Oui, on parle bien d’une œuvre, n’en déplaise aux rageux de toutes sortes qui se sont déchaînés sur les réseaux sociaux. On a tout lu et tout entendu sur cet événement, le gaspillage de l’argent public, l’art-bobo, la population à qui on n’a pas demandé son avis, l’utilisation de matières plastiques pour fabriquer le tissu, on a entendu des débats sans fin sur le beau ou le moche, la laideur de l’art contemporain (sidérant, abject, une infamie… a-t-on même lu), à certains moments on est même passé pas loin du retour de « l’art dégénéré »…

Très vite, on a su que pas un centime d’argent public n’avait été dépensé, le budget ayant été totalement supporté par la Christo and Jeanne-Claude Foundation qui a toujours financé intégralement le coût des œuvres monumentales des deux artistes, notamment par la vente des esquisses originales aux collectionneurs du monde entier.
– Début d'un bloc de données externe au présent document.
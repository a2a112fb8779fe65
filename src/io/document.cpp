#include "lapwing/io/document.hpp"

#include <yaml-cpp/depthguard.h>
#include <yaml-cpp/eventhandler.h>
#include <yaml-cpp/exceptions.h>
#include <yaml-cpp/mark.h>
#include <yaml-cpp/parser.h>

#include <algorithm>
#include <cctype>
#include <cmath>
#include <cstdio>
#include <fstream>
#include <sstream>

#include "lapwing/base/text.hpp"
#include "lapwing/io/input_file.hpp"

namespace lapwing {

const Node* Node::find(std::string_view key) const {
  for (const auto& [k, v] : entries)
    if (k == key) return &v;
  return nullptr;
}

namespace {

Mark to_mark(const YAML::Mark& m) {
  return Mark{m.line + 1, m.column + 1};
}

// The key path of block-style line `line` (1-based) read from the indentation of the lines above
// it: its own key under each less indented "key:" line that opens a map ("tyres:" then "\tmu_long:"
// is tyres.mu_long). For a syntax error met before the parser has handed over the keys around
// it (a tab in an indentation); "" where a list or a flow map makes it a guess.
std::string block_path(const std::string& text, int line) {
  std::vector<std::string_view> lines;
  for (std::size_t at = 0; at <= text.size();) {
    const std::size_t end = std::min(text.find('\n', at), text.size());
    lines.push_back(std::string_view(text).substr(at, end - at));
    at = end + 1;
  }
  if (line < 1 || static_cast<std::size_t>(line) > lines.size()) return "";
  // A line's indentation (spaces and tabs) and its key, if it is "key:" or "key: value".
  const auto split = [](std::string_view l, std::size_t& indent, bool& opens) {
    indent = l.find_first_not_of(" \t");
    if (indent == std::string_view::npos) return std::string_view();
    const std::string_view rest = l.substr(indent);
    const std::size_t colon = rest.find(':');
    if (colon == 0 || colon == std::string_view::npos) return std::string_view();
    const std::string_view key = rest.substr(0, colon);
    for (char c : key)
      if (!(std::isalnum(static_cast<unsigned char>(c)) || c == '_')) return std::string_view();
    const std::size_t value = rest.find_first_not_of(" \t\r", colon + 1);
    opens = value == std::string_view::npos || rest[value] == '#';
    return key;
  };
  std::size_t indent = 0;
  bool opens = false;
  std::string path(split(lines[static_cast<std::size_t>(line) - 1], indent, opens));
  if (path.empty()) return "";
  for (std::size_t i = static_cast<std::size_t>(line) - 1; i-- > 0 && indent > 0;) {
    std::size_t at = 0;
    const std::string_view l = lines[i];
    const std::size_t first = l.find_first_not_of(" \t\r");
    if (first == std::string_view::npos || l[first] == '#') continue;  // blank or a comment
    const std::string_view key = split(l, at, opens);
    if (at >= indent) continue;
    if (key.empty() || !opens) return "";  // a list item, a flow map: not a plain block map
    path = std::string(key) + "." + path;
    indent = at;
  }
  return indent == 0 ? path : "";
}
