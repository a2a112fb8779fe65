// The friction ellipse's shape x^n + y^n = 1 read at x in [0, 1): y = (1 - x^n)^(1/n) and
// 1 - x^n, without the cancellation of 1 - x^n near x = 1 and, there, with one table read
// beside one power where two powers chained (the axle model's Newton iteration waits on them).
#pragma once

#include <algorithm>
#include <array>
#include <cstddef>
#include <memory>

#include "lapwing/base/fixed_power.hpp"

namespace lapwing {

/// For x below 1/2: rest = 1 - x^n and y = rest^(1/n) by FixedPower, as before this class.
/// From 1/2 up, with s = 1 - x (exact there: Sterbenz's lemma),
///   1 - x^n = s P(s),  P(s) = (1 - (1 - s)^n) / s,   y = s^(1/n) Q(s),  Q = P^(1/n),
/// P and Q analytic on [0, 1/2] (their nearest singularity is at s = 1) and read from 64
/// polynomials of degree 7 over s's intervals of width 1/128, each interpolating P or Q at 8
/// Chebyshev points (worked in long double, P by expm1 and log1p so that it keeps its digits as
/// s -> 0), s^(1/n) by FixedPower. The two reads are independent: the chain from x to y is one
/// power and one polynomial deep, where x^n and then rest^(1/n) were two powers. Against 50-digit
/// arithmetic (Boost.Multiprecision; ellipse_shape_test): y within 6 ulp and rest within 4.5 ulp
/// for n from 1 to 10 over [0, 1) (measured at most 5.84 and 4.07 over 40 random exponents of
/// [1, 10], 50000 points of [1/2, 1) each; y against the exponent the double nearest 1/n, as
/// FixedPower takes it), where 1 - x^n by FixedPower loses digits as x -> 1 (its
/// error there is that of x^n, 2.5 ulp of 1, over rest: 1e-6 relative at rest = 1e-10).
class EllipseShape {
 public:
  /// The tables for n in [1, 10] (the tyre's allowed range), made once per exponent in the
  /// process and shared.
  explicit EllipseShape(double n);

  struct Point {
    double y;     // (1 - x^n)^(1/n)
    double rest;  // 1 - x^n
  };

  /// x in [0, 1). (A NaN reads as below 1/2 did before this class: y 1, rest 1, as FixedPower
  /// takes a NaN for 0; x from 1 up reads y 0 and rest 0, the ellipse spent. Callers keep to
  /// [0, 1): TyreModel answers x >= 1 itself.)
  Point operator()(double x) const {
    if (!(x >= 0.5)) {
      const double rest = 1.0 - pow_n_(x);
      return {pow_inv_n_(rest), rest};
    }
    if (!(x < 1.0)) return {0.0, 0.0};
    const double s = 1.0 - x;
    const std::size_t j = std::min(static_cast<std::size_t>(s * (2 * intervals)), intervals - 1);
    const double* c = &tables_->coefficients[j * row];
    const double t = (s - c[0]) * (4 * intervals);  // in [-1, 1], exact (a power of two)
    return {pow_inv_n_(s) * poly(c + 1 + terms, t), s * poly(c + 1, t)};
  }

  static constexpr std::size_t intervals = 64;  // over s in [0, 1/2]
  static constexpr std::size_t terms = 8;       // degree 7

 private:
  // Estrin's scheme (Knuth, TAOCP vol. 2, sec. 4.6.4; from memory): three dependent levels.
  static double poly(const double* c, double t) {
    const double t2 = t * t, t4 = t2 * t2;
    return ((c[0] + t * c[1]) + t2 * (c[2] + t * c[3])) +
           t4 * ((c[4] + t * c[5]) + t2 * (c[6] + t * c[7]));
  }
  static constexpr std::size_t row = 1 + 2 * terms;  // the middle, P's and Q's coefficients
  struct Tables {
    std::array<double, intervals * row> coefficients{};
  };
  static std::shared_ptr<const Tables> tables_for(double n);
  FixedPower pow_n_, pow_inv_n_;
  std::shared_ptr<const Tables> tables_;
};

}  // namespace lapwing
Très vite, on a su que le grand public répondait présent : entre le 18 septembre et le 3 octobre derniers, plus d’un million de visiteurs ont pu admirer l’œuvre de visu... Très vite, on a su que le tissu argenté qui magnifiait l’Arc était totalement recyclable, de même pour les cordages… Et qu’évidemment, toute trace de l’installation disparaitrait après son démontage qui s’est poursuivi jusqu’à la mi-novembre dernier. Ce qui fut amplement vérifié depuis…

Que nous raconte donc tout ça, aujourd’hui ?

Qu’en 1985, quand Christo avait tout aussi superbement emballé le Pont Neuf, on avait aussi parlé de transgression, sans pour autant être allé jusqu’à charrier de tels torrents de haine verbale. Il est vrai qu’alors les réseaux sociaux n’existaient pas. À sa façon, le bon Umberto Eco avait décrit le phénomène, peu de temps avant de disparaître : « Les réseaux sociaux ont donné le droit à la parole à des légions d’imbéciles qui avant ne parlaient qu’au bar et ne causaient aucun tort à la collectivité. On les faisait taire tout de suite. Aujourd’hui ils ont le même droit de parole qu’un prix Nobel... »

Tout cela nous confirme aussi qu’il est au fond heureux qu’une œuvre d’art déchaîne les passions, transgresse les attentes du sens commun et, même, parvienne à s’imposer à la vue de chacun.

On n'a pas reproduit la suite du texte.